A Mid-Century Modern Bungalow
One of the perks of being a talented furniture designer is that beautiful pieces for your home are never in short supply. The Consortium got a chance to catch-up with Ryan Spotowski of Ryspot in his gorgeously renovated 1960s bungalow he shares with his fiancée in Edmonton, Alberta. Manifesto For A Well Curated Home Our home feels like our own because the furniture has been touched by the hands of others. There's a flowing combination of vintage furniture that we've received from family, we've collected, and original pieces we've created. Each of these pieces have a history and tells a story within the place we live.The Concept of Home We focused on curating our home to reflect our personalities. We wanted a space with a lot of colour and life and specifically stayed away from a monochromatic pallet. We wanted to include texture and pattern to bring the house to life and give it character. So - when you come home in the middle of a Canadian winter after only a few hours of daylight, returning to a space that is full of colour and life is important. I am going for a space that feels welcoming, warm, and makes you feel a little childish.A Furry Home Companion Our cat Draco loves to climb around on the hexagon walnut tables in our downstairs living room. We'll often have a bowl of popcorn on one table and some drinks on another, and the cat just wants to be right in the middle of the action. He has such a distinct personality. The three of us really seem to mesh well together. His other favourite watching perch is the back of the Gus* Modern chair in the living room. At night when we drive up to the house, you can see his glowing eyes watching.
Work In Progress I could not live in the house without projects to do. I really like that we haven't furnished the whole house yet. There's still a nursery and wine room that we want to furnish. I think the possibility that both those rooms give me creativitly is very inspiring. Once those rooms are done, I'll probably continue working on something else. Having a home is a never-ending process. You may have to settle for certain furniture or finishes when moving in, but having a plan to upgrade in the future is inspiring and exciting.

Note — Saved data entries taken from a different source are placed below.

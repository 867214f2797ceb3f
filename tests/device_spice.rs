//! The characterised demo kit checked in ngspice, a circuit simulator from
//! outside the project (Debian's `ngspice` package; `.ci/run` installs it).
//!
//! - DC: for every cell and input row, ngspice's operating point of the
//!   cell's deck equals the characterised output voltage within 0.1 mV and
//!   the static supply current within 0.1 %.
//! - Transient: the 50 % delay of an inverter driving one and four inverters,
//!   and of every two-input cell driving two inverters, agrees with the
//!   characterised `intrinsic + per_load · load` model within 10 %.
//!
//! When ngspice is missing the tests print a line saying so and pass.

use ribbonmap::device::library_write::library_text;
use ribbonmap::device::spice::{load_models, node, write_deck, DeckModels, Stimulus};
use ribbonmap::device::{characterize, read_kit, Characterization};
use ribbonmap::library::electrical::read_electrical;
use ribbonmap::library::Library;
use ribbonmap::netlist::{Driver, MappedNetlist, Port};
use std::path::{Path, PathBuf};
use std::process::Command;

fn ngspice_present() -> bool {
    let found = Command::new("ngspice").arg("--version").output().is_ok();
    if !found {
        println!("SKIPPED: ngspice is not installed (apt-get install -y ngspice); the SPICE checks did not run");
    }
    found
}

fn demo_kit() -> PathBuf {
    Path::new(env!("CARGO_MANIFEST_DIR")).join("libraries/devices/demo/demo.json")
}

struct Setup {
    _dir: tempfile::TempDir,
    dir: PathBuf,
    ch: Characterization,
    lib: Library,
    models: DeckModels,
}

fn setup() -> Setup {
    let dir = tempfile::tempdir().unwrap();
    let path = dir.path().to_path_buf();
    let ch = characterize(read_kit(&demo_kit()).unwrap()).unwrap();
    let text = library_text(&ch, &path);
    let lib = Library::from_json_str(&text, "demo-lib.json").unwrap();
    let models = load_models(&lib, &read_electrical(&text), &path, "demo-lib.json").unwrap();
    Setup {
        _dir: dir,
        dir: path,
        ch,
        lib,
        models,
    }
}

/// A netlist of one `cell` on inputs x0.. with its output driving `loads`
/// inverters; the cell's output net is returned with the netlist.
fn cell_netlist(lib: &Library, cell: &str, loads: usize) -> (MappedNetlist, u32) {
    let index = lib.cell_index(cell).unwrap() as u32;
    let inv = lib.cell_index("inv").unwrap() as u32;
    let mut n = MappedNetlist {
        name: format!("{cell}_x{loads}"),
        library: lib.name.clone(),
        ..MappedNetlist::default()
    };
    let arity = lib.cells[index as usize].arity();
    let inputs: Vec<u32> = (0..arity)
        .map(|k| {
            let id = n.add_net(format!("x{k}"), Driver::Input(k as u32));
            n.inputs.push(Port {
                name: format!("x{k}"),
                net: id,
            });
            id
        })
        .collect();
    let y = n.add_instance(index, inputs, "y".into());
    for l in 0..loads {
        let out = n.add_instance(inv, vec![y], format!("load{l}"));
        n.outputs.push(Port {
            name: format!("load{l}"),
            net: out,
        });
    }
    if loads == 0 {
        n.outputs.push(Port {
            name: "y".into(),
            net: y,
        });
    }
    (n, y)
}

fn run_ngspice(dir: &Path, deck: &str) -> String {
    let out = Command::new("ngspice")
        .arg("-b")
        .arg(deck)
        .current_dir(dir)
        .output()
        .expect("ngspice runs");
    String::from_utf8_lossy(&out.stdout).to_string() + &String::from_utf8_lossy(&out.stderr)
}

/// The value printed after `name` on a line of ngspice's operating point.
fn op_value(output: &str, name: &str) -> f64 {
    output
        .lines()
        .find_map(|l| {
            let mut it = l.split_whitespace();
            (it.next() == Some(name)).then(|| it.next()?.parse::<f64>().ok())?
        })
        .unwrap_or_else(|| panic!("{name} not in ngspice output:\n{output}"))
}

#[test]
fn dc_operating_points_match_the_characterisation_ngspice() {
    if !ngspice_present() {
        return;
    }
    let s = setup();
    let mut worst_dv: f64 = 0.0;
    let mut worst_di: f64 = 0.0;
    let mut checked = 0;
    for c in &s.ch.cells {
        let (netlist, y) = cell_netlist(&s.lib, &c.kit_cell.name, 0);
        for (r, row) in c.rows.iter().enumerate() {
            let bits: Vec<bool> = (0..c.kit_cell.inputs.len())
                .map(|k| r >> k & 1 == 1)
                .collect();
            let stem = format!("{}_{r}", c.kit_cell.name);
            let deck = write_deck(
                &netlist,
                &s.lib,
                &s.models,
                &Stimulus::Pattern(bits),
                &stem,
                &[],
            )
            .unwrap();
            let path = s.dir.join(format!("{stem}.cir"));
            deck.save(&path).unwrap();
            let output = run_ngspice(&s.dir, path.to_str().unwrap());
            let v = op_value(&output, &node(y));
            // The supply source's branch current flows into its + terminal.
            let i = -op_value(&output, "vsupply#branch");
            let dv = (v - row.output_v).abs();
            let di = (i - row.current_a).abs() / row.current_a;
            assert!(
                dv < 1e-4,
                "{} row {r}: ngspice {v} V, characterised {} V",
                c.kit_cell.name,
                row.output_v
            );
            assert!(
                di < 1e-3,
                "{} row {r}: ngspice {i} A, characterised {} A",
                c.kit_cell.name,
                row.current_a
            );
            worst_dv = worst_dv.max(dv);
            worst_di = worst_di.max(di);
            checked += 1;
        }
    }
    assert_eq!(checked, 2 * 2 + 6 * 4 + 8 * 8);
    println!(
        "ngspice DC: {checked} cell rows, max |dV| = {:.3e} V, max relative current error = {:.3e}",
        worst_dv, worst_di
    );
}

/// Measures the 50 % delay of `cell` driving `loads` inverters on the step
/// into its slowest row, and returns (ngspice, model) in picoseconds.
fn step_delay(s: &Setup, cell: &str, loads: usize) -> (f64, f64) {
    let c = s.ch.cells.iter().find(|c| c.kit_cell.name == cell).unwrap();
    let n = c.kit_cell.inputs.len();
    let slowest = (0..c.rows.len())
        .min_by(|&a, &b| {
            let ga = c.rows[a].pull_up_s + c.rows[a].pull_down_s;
            let gb = c.rows[b].pull_up_s + c.rows[b].pull_down_s;
            ga.total_cmp(&gb)
        })
        .unwrap();
    // The start row: fewest input changes that flip the output.
    let start = (0..c.rows.len())
        .filter(|&r| (c.truth >> r & 1) != (c.truth >> slowest & 1))
        .min_by_key(|&r| ((r ^ slowest).count_ones(), r))
        .unwrap();
    let bits = |r: usize| -> Vec<bool> { (0..n).map(|k| r >> k & 1 == 1).collect() };
    let changed = (0..n).find(|&k| (start ^ slowest) >> k & 1 == 1).unwrap();
    let (netlist, y) = cell_netlist(&s.lib, cell, loads);
    let mid_out = (c.rows[start].output_v + c.rows[slowest].output_v) / 2.0;
    let mid_in = (s.models.logic_low_v + s.models.logic_high_v) / 2.0;
    let measure = format!(
        ".measure tran t50 trig v({}) val={mid_in} cross=1 targ v({}) val={mid_out} cross=1",
        node(netlist.inputs[changed].net),
        node(y)
    );
    let stem = format!("{cell}_t{loads}");
    let deck = write_deck(
        &netlist,
        &s.lib,
        &s.models,
        &Stimulus::Step {
            from: bits(start),
            to: bits(slowest),
            step_ps: 5.0,
            ramp_ps: 0.01,
            stop_ps: 60.0,
        },
        &stem,
        &[measure],
    )
    .unwrap();
    let path = s.dir.join(format!("{stem}.cir"));
    deck.save(&path).unwrap();
    let output = run_ngspice(&s.dir, path.to_str().unwrap());
    let t50 = output
        .lines()
        .find_map(|l| {
            let l = l.trim();
            let rest = l.strip_prefix("t50")?.trim_start().strip_prefix('=')?;
            rest.split_whitespace().next()?.parse::<f64>().ok()
        })
        .unwrap_or_else(|| panic!("no t50 in ngspice output:\n{output}"));
    let cell_lib = s.lib.cell(cell).unwrap();
    let inv_load = s.lib.cell("inv").unwrap().input_load;
    let model = cell_lib.delay_for_load(loads as f64 * inv_load);
    (t50 * 1e12, model)
}

#[test]
fn transient_delays_match_the_rc_model_ngspice() {
    if !ngspice_present() {
        return;
    }
    let s = setup();
    let mut cases = vec![("inv", 1), ("inv", 4)];
    for c in &s.ch.cells {
        if c.kit_cell.inputs.len() == 2 {
            cases.push((Box::leak(c.kit_cell.name.clone().into_boxed_str()), 2));
        }
    }
    let mut worst: f64 = 0.0;
    for (cell, loads) in cases {
        let (spice, model) = step_delay(&s, cell, loads);
        let error = (spice - model).abs() / model;
        println!(
            "ngspice t50 {cell} driving {loads}: {spice:.4} ps, model {model:.4} ps, error {:.2} %",
            error * 100.0
        );
        assert!(
            error < 0.10,
            "{cell} x{loads}: ngspice {spice} ps, model {model} ps"
        );
        worst = worst.max(error);
    }
    println!(
        "ngspice transient: worst delay error {:.2} %",
        worst * 100.0
    );
}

An Authentic Presence To Design I've been focusing on natural patterns for my pieces lately. For instance, the grouping of walnut hexagon tables in the living room are based off of patterns found in basalt columns. The Gull Wing Table in the bedroom is based off of a bird in flight. The J5 concrete table takes inspiration from bubbles forming. But I think my background in construction has a lot of influence as well that I really don't acknowledge enough. Some people can find it limiting to try to work out how to build something at an early stage in the design process. But for me, I'm focused on construction almost immediately. I try to use materials to the best of their ability while honouring their heritage. The J5 table uses concrete in a traditional way, but I was really trying to push what concrete could be in terms of form.The Furniture Designer It's an honour to have my designs in other people's homes. People can choose any piece of furniture by any designer at any time; and when they choose me, it's really cool. It's a very humbling process to have someone seek you out because they like what you do. On one hand, you question yourself, and wonder if you can live up to their expectations. But on the other hand, this desire to serve comes from within and you wonder how you can exceed their expectations. It's something to get you out of bed in the morning, knowing that you're going to make something that is going to be very special for someone today; the actions you take will have a lasting effect on someone you've never met. And they'll even pay you - It's fantastic! When you can survive on design and the fruits of your labour, it's really cool and really humbling. It makes me want to design more and solve more problems for people.